How you deal with the year, week or day is all up to you. 5 years ago Sneha might’ve suggested procrastinating watching cat videos, stress crying or binge eating but, 28 year old Sneha values her sanity more than regurgitating what she use to do back in the day. If you’re over living out your days procrastibaking; I suggest reading the following list (ha!) to understand why the simple pleasures of creating a list makes your day that much better.
The reality is that the aspects of our lives are varying. If you could imagine a beautiful cut diamond; you would notice that every facet of the stone has differing amounts of light reflecting of it on the account of which way its facing. Our lives are no different. Lists help create boundaries between the different parts of our days. It respects the various functions of our daily activities and aids in giving you a clear picture. It sets the scales for when you need to gauge what takes priority on different tasks, whether its work, social or personal. Everything has its place and within its place it has a ranking.

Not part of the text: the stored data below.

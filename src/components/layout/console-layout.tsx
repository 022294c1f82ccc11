import type { ReactNode } from 'react';
import { NavLink, Outlet } from 'react-router';
import type { Section } from '../../app/sections.ts';

/**
 * The signed-in frame: the name, the organization switcher, the sections the role may see, the person's
 * menu, then the page. The parts that need the session are passed in by the app.
 */
export function ConsoleLayout({ sections, organization, account }: { sections: Section[]; organization?: ReactNode; account?: ReactNode }) {
  return (
    <div className="min-h-screen md:grid md:grid-cols-[15rem_1fr]">
      <a href="#main" className="sr-only focus:not-sr-only focus:absolute focus:m-2 focus:rounded focus:bg-paper focus:p-2">
        Skip to content
      </a>
      <aside className="flex flex-col border-b border-line bg-paper-deep md:min-h-screen md:border-b-0 md:border-r">
        <div className="flex items-center gap-2 px-5 py-5">
          <img src="/favicon.svg" alt="" className="h-7 w-7" />
          <span className="text-lg font-semibold tracking-tight">Ohmstead</span>
        </div>
        {organization}
        <nav aria-label="Console sections" className="px-3 pb-4">
          <ul className="flex flex-wrap gap-1 md:flex-col">
            {sections.map((s) => (
              <li key={s.path}>
                <NavLink
                  to={s.path}
                  end={s.path === '/'}
                  className={({ isActive }) =>
                    `block rounded-md px-3 py-2 text-sm ${
                      isActive ? 'bg-copper-wash font-medium text-copper' : 'text-graphite-soft hover:bg-paper hover:text-graphite'
                    }`
                  }
                >
                  {s.label}
                </NavLink>
              </li>
            ))}
          </ul>
        </nav>
        <div className="mt-auto border-t border-line px-5 py-4">{account}</div>
      </aside>
      <main id="main" className="px-6 py-8 md:px-10">
        <Outlet />
      </main>
    </div>
  );
}
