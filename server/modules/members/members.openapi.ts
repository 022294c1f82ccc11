import { z } from 'zod';
import { MemberListSchema, MemberSchema, UpdateMemberInputSchema } from '#shared/schemas/accounts.ts';
import { registerConsolePath } from '../console/console.openapi.ts';

const Params = z.object({ userId: z.uuid().meta({ description: 'The member’s user id.' }) });

registerConsolePath({
  method: 'get',
  path: '/members',
  summary: 'Members',
  description: 'The active organization’s members and their roles, owner first.',
  access: ['owner', 'admin', 'developer', 'viewer'],
  response: { status: 200, description: 'The members.', schema: MemberListSchema },
});

registerConsolePath({
  method: 'patch',
  path: '/members/{userId}',
  summary: 'Change a member’s role',
  description: 'To admin, developer or viewer. Not your own role, and not the owner’s (ownership moves by transfer).',
  access: ['owner', 'admin'],
  params: Params,
  body: UpdateMemberInputSchema,
  response: { status: 200, description: 'Changed.', schema: MemberSchema },
  problems: { 403: 'Your role does not allow this, or the member is you or the owner.', 404: 'No such member in your organization.' },
});

registerConsolePath({
  method: 'delete',
  path: '/members/{userId}',
  summary: 'Remove a member, or leave',
  description: 'Owners and admins remove others (not the owner); anyone but the owner may remove themselves to leave.',
  access: ['owner', 'admin', 'developer', 'viewer'],
  params: Params,
  response: { status: 204, description: 'Removed.' },
  problems: { 403: 'Your role does not allow removing others, or the member is the owner.', 404: 'No such member in your organization.', 409: 'The owner must transfer ownership before leaving.' },
});
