/**
 * Charts load on demand: recharts and the chart modules are fetched the first time a result with a
 * chart is shown, not with the console.
 */
import { Component, lazy, Suspense, type ComponentType, type ReactNode } from 'react';
import { LoadingState } from '../../../components/ui/feedback.tsx';

class ChartBoundary extends Component<{ children: ReactNode }, { failed: boolean }> {
  override state = { failed: false };
  static getDerivedStateFromError() {
    return { failed: true };
  }
  override render() {
    if (this.state.failed) return <p className="text-sm text-danger">The chart could not be loaded. The figures above are complete; reload the page to try again.</p>;
    return this.props.children;
  }
}

function onDemand<P extends object>(load: () => Promise<{ default: ComponentType<P> }>) {
  const Lazy = lazy(load);
  return function Chart(props: P) {
    return (
      <ChartBoundary>
        <Suspense fallback={<LoadingState label="Loading the chart…" />}>
          <Lazy {...props} />
        </Suspense>
      </ChartBoundary>
    );
  };
}

export const ChargeProfileChart = onDemand(() => import('../charts/charge-profile-chart.tsx'));
export const ConnectionChart = onDemand(() => import('../charts/connection-chart.tsx'));
export const LoadShareChart = onDemand(() => import('../charts/load-share-chart.tsx'));
export const WireCandidatesChart = onDemand(() => import('../charts/wire-candidates-chart.tsx'));
export const CapacityCurveChart = onDemand(() => import('../charts/capacity-curve-chart.tsx'));
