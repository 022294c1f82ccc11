/**
 * The widget bundle's version. It names the immutable URL the bundle is served under
 * (/widgets/<version>/…); the major part names the moving alias (/widgets/<major>/…). Raise it with every
 * change that ships: patch for fixes, minor for additions, major for anything a host page must adapt to.
 */
export const WIDGETS_VERSION = '1.0.0';
export const WIDGETS_MAJOR = WIDGETS_VERSION.split('.')[0]!;
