import type { Envelope } from '../definition.ts';

const levels = [
  { level: 'danger', title: 'Danger', box: 'border-danger/50 bg-[#fbecea]', text: 'text-danger' },
  { level: 'warning', title: 'Warning', box: 'border-warn/50 bg-[#fbf3e2]', text: 'text-warn' },
  { level: 'info', title: 'Note', box: 'border-line bg-paper-deep', text: 'text-graphite' },
] as const;

/** The result's checks, grouped by level, most severe first. */
export function Checks({ checks }: { checks: Envelope['checks'] }) {
  if (checks.length === 0) return <p className="text-sm text-graphite-soft">No checks were raised for these inputs.</p>;
  return (
    <div className="space-y-3">
      {levels.map(({ level, title, box, text }) => {
        const items = checks.filter((c) => c.level === level);
        if (items.length === 0) return null;
        return (
          <section key={level} aria-label={`${title} checks`} className={`rounded-md border px-4 py-3 ${box}`}>
            <h4 className={`text-sm font-semibold ${text}`}>
              {title} ({items.length})
            </h4>
            <ul className="mt-1 space-y-1 text-sm text-graphite">
              {items.map((c) => (
                <li key={c.code + c.message}>
                  {c.message} <span className="font-mono text-xs text-graphite-soft">{c.code}</span>
                </li>
              ))}
            </ul>
          </section>
        );
      })}
    </div>
  );
}

/** Safety cautions: always shown in full next to a result, never folded away. */
export function Cautions({ cautions }: { cautions: string[] }) {
  if (cautions.length === 0) return null;
  return (
    <section aria-labelledby="cautions-title" className="rounded-lg border-2 border-warn/60 bg-[#fbf3e2] px-4 py-3">
      <h3 id="cautions-title" className="text-sm font-semibold text-warn">
        Cautions
      </h3>
      <ul className="mt-1 list-disc space-y-1 pl-5 text-sm text-graphite">
        {cautions.map((c) => (
          <li key={c}>{c}</li>
        ))}
      </ul>
    </section>
  );
}

export function Basis({ basis }: { basis: string[] }) {
  if (basis.length === 0) return null;
  return (
    <section aria-labelledby="basis-title">
      <h3 id="basis-title" className="text-sm font-semibold">
        How this was worked out
      </h3>
      <ol className="mt-1 list-decimal space-y-1 pl-5 text-sm text-graphite-soft">
        {basis.map((b) => (
          <li key={b}>{b}</li>
        ))}
      </ol>
    </section>
  );
}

By spending a couple of minutes the night before planning the next day you save so much mental energy and crucial thinking space to actually get on with it. Is there anything more to say?
When you have a mindmap of how your year/week/day is going you can start breaking them down into small and larger priorities – marking down what is the most important thing. Lists help you keep a track of your progress – if you notice that a particular task isn’t crossed off for days or weeks on end, then it probably needs to be done asap. Again, lists make you accountable and if you don’t start of being accountable to yourself, can you really set a good impression for anyone else?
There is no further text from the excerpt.